I did binary searches on the versions in the repository and found that
revision 1508 is the first one with the memory leaks; then somewhere
between 1538 and 1591, the leaks got a fair bit worse.  From examining the
diffs between the revisions, it's clear that the leaks are associated with
the dynamically allocated mp_number_data structure.  Every time a number
is created throughout MetaPost, one of these structures gets dynamically
allocated.  Very little effort is made to ever de-allocate them.  On my
test program (which is just a few nested loops with an assignment inside)

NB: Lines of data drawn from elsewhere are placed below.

// Small multiples: several panels over the same points and axes, each with its own colours, drawn on canvases.

import { bins, drawLayers, drawRing, nearest, prepare, roundTicks, toX, toY } from "./drawing.js";
import { font, onChange, variable } from "./theme.js";

const REACH = 8;

/** Takes charge of the canvases with data-panel inside an element; callbacks go to the .NET object. */
export function create(root, dotnet) {
  return new Panels(root, dotnet);
}

class Panels {
  constructor(root, dotnet) {
    this.root = root;
    this.dotnet = dotnet;
    this.panels = [];
    this.listeners = new AbortController();
    root.addEventListener("click", e => this.onClick(e), { signal: this.listeners.signal });
    this.endTheme = onChange(() => this.redraw());
    this.resize = new ResizeObserver(() => this.redraw());
    this.resize.observe(root);
  }

  draw(spec, bytes) {
    const numbers = new Float32Array(bytes.slice().buffer);
    this.spec = spec;
    this.floor = spec.floor && { ...spec.floor, numbers };
    this.panels = spec.panels.map(panel => ({
      id: panel.id,
      points: {
        id: "samples", kind: "points", n: spec.n, x: spec.x, y: spec.y, size: spec.size, colour: panel.colour, canSelect: true,
        numbers, bins: bins(panel.colour, numbers, spec.n),
      },
    }));
    this.selected = spec.selected;
    this.redraw();
  }

  select(point) {
    this.selected = point;
    this.redraw();
  }

  dispose() {
    this.listeners.abort();
    this.endTheme();
    this.resize.disconnect();
  }

  view(canvas) {
    const { xAxis, yAxis } = this.spec;
    const [x0, x1] = xAxis.reversed ? [xAxis.to, xAxis.from] : [xAxis.from, xAxis.to];
    const [y0, y1] = yAxis.reversed ? [yAxis.to, yAxis.from] : [yAxis.from, yAxis.to];
    return { left: 40, top: 6, width: canvas.clientWidth - 48, height: canvas.clientHeight - 28, x0, x1, y0, y1 };
  }

  redraw() {
    for (const panel of this.panels) {
      const canvas = this.root.querySelector(`canvas[data-panel="${CSS.escape(panel.id)}"]`);
      if (!canvas || canvas.clientWidth < 60) {
        continue;
      }

      const view = this.view(canvas);
      const context = prepare(canvas, canvas.clientWidth, canvas.clientHeight);
      drawLayers(context, view, this.floor ? [this.floor, panel.points] : [panel.points]);
      drawFrame(context, view);
      if (this.selected !== null) {
        const { numbers, x, y } = panel.points;
        drawRing(context, view, numbers[x + this.selected], numbers[y + this.selected], 5, variable("--ink"));
      }
    }
  }

  onClick(event) {
    const canvas = event.target.closest("canvas[data-panel]");
    const panel = canvas && this.panels.find(p => p.id === canvas.dataset.panel);
    if (!panel) {
      return;
    }

    const box = canvas.getBoundingClientRect();
    const found = nearest(this.view(canvas), [panel.points], event.clientX - box.left, event.clientY - box.top, REACH);
    if (found) {
      this.dotnet.invokeMethodAsync("PickPoint", found.point);
    }
  }
}

/** Left and lower axis with few ticks outwards. */
function drawFrame(context, view) {
  const bottom = view.top + view.height;
  context.strokeStyle = context.fillStyle = variable("--faint");
  context.lineWidth = 1;
  context.font = font(11);
  context.beginPath();
  context.moveTo(view.left - 0.5, view.top);
  context.lineTo(view.left - 0.5, bottom + 0.5);
  context.lineTo(view.left + view.width, bottom + 0.5);
  context.textAlign = "center";
  context.textBaseline = "top";
  for (const tick of roundTicks(view.x0, view.x1, 4)) {
    const x = toX(view, tick.at);
    context.moveTo(x, bottom);
    context.lineTo(x, bottom + 4);
    context.fillText(tick.label, x, bottom + 6);
  }

  context.textAlign = "right";
  context.textBaseline = "middle";
  for (const tick of roundTicks(view.y0, view.y1, 4)) {
    const y = toY(view, tick.at);
    context.moveTo(view.left, y);
    context.lineTo(view.left - 4, y);
    context.fillText(tick.label, view.left - 6, y);
  }

  context.stroke();
}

MetaPost leaks about 25 mp_number_data structures per iteration, filling
the 32-bit memory space in about 4 million iterations.  I'm really quite
surprised that this code ever made it to check-in, let alone remaining
unfixed for more than half a year.

I instrumented the code to write a line to standard output every time it
allocates or de-allocates an mp_number, stating the address of the object
and the line number where the (de)allocation occurs.  Then I used Perl to
match allocations with deallocations and show me the line numbers on which
there were objects allocated that never got deallocated, and how many such
objects on each line.  That gave me some idea of where the leaked memory
was being allocated, and the relative speeds of the different leaks,
although it still wasn't clear where it ought to be deallocated.

I've tried to go through and make it de-allocate the mp_number_data
structures whenever it de-allocates the parent mp_node_data structures.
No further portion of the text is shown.